• What you need to do: Using the material below, state how many of its lines contain the string "library", with no other words.
Start of Working data
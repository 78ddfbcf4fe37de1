// The generated garage_co.h (float32) compiled as C++17, and its data handed
// to the library's table types: the same arrays serve C firmware and C++.
#include "garage_co.h"

#include <cstddef>

#include <counterflux/compensation.hpp>

#include "cxx_views.hpp"

namespace generated_test {

counterflux::compensation_ref<float> garage_f32_view() {
    counterflux::compensation_ref<float> c{};
    c.temperature = counterflux::make_uniform_axis(GARAGE_CO_TEMPERATURE_FROM_K, GARAGE_CO_TEMPERATURE_TO_K,
                                                   std::size_t(GARAGE_CO_TEMPERATURE_COUNT));
    c.pressure = counterflux::make_uniform_axis(GARAGE_CO_PRESSURE_FROM_PA, GARAGE_CO_PRESSURE_TO_PA,
                                                std::size_t(GARAGE_CO_PRESSURE_COUNT));
    c.correction = garage_co_gain_table;  // GAIN * c: the view's gain is then 1
    c.zero = garage_co_zero_current;
    c.gain = 1.0f;
    c.shape_axis = counterflux::make_uniform_axis(0.0f, 1.0f, std::size_t(2));
    c.curvature = nullptr;
    c.shape = nullptr;
    return c;
}

float garage_f32_reading_cxx(float signal_A, float temperature_K, float pressure_Pa, unsigned* status) {
    return garage_co_reading(signal_A, temperature_K, pressure_Pa, status);
}

std::size_t garage_f32_temperature_count() { return GARAGE_CO_TEMPERATURE_COUNT; }
std::size_t garage_f32_pressure_count() { return GARAGE_CO_PRESSURE_COUNT; }
const float* garage_f32_gain_table() { return garage_co_gain_table; }
float garage_f32_gain() { return GARAGE_CO_GAIN; }

}  // namespace generated_test
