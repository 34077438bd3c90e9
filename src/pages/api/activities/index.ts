/**
 * GET /api/activities — the activity library, in library order, narrowed by the library page's filters:
 * ?grade=K-2|3-5|6-8|9-12, ?kind=<test kind>, ?time=one-period|two-periods|any (src/lib/activities/activity-query.ts).
 * Answers { activities, total } where total counts the whole library. Open to anyone, like the library page.
 */
import { activityQueryFilter, ActivityQuerySchema, activitySummary } from '../../../lib/activities/activity-query';
import { activityFilterApply } from '../../../lib/activities/activity-filter';
import { activitiesAll } from '../../../lib/activities/activity-store.server';
import { endpoint } from '../../../lib/http/endpoint';
import { parseInput } from '../../../lib/validation';

export const GET = endpoint({ access: ['anyone'] }, async ({ url }) => {
  const query = parseInput(ActivityQuerySchema, Object.fromEntries(url.searchParams), 'activity filter');
  const all = (await activitiesAll()).map((e) => e.data);
  return { activities: activityFilterApply(all, activityQueryFilter(query)).map(activitySummary), total: all.length };
});
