//! Cross-crate checks for Pitchframe; see `tests/` and `examples/`.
End of Working data
• Solution to this exercise: 3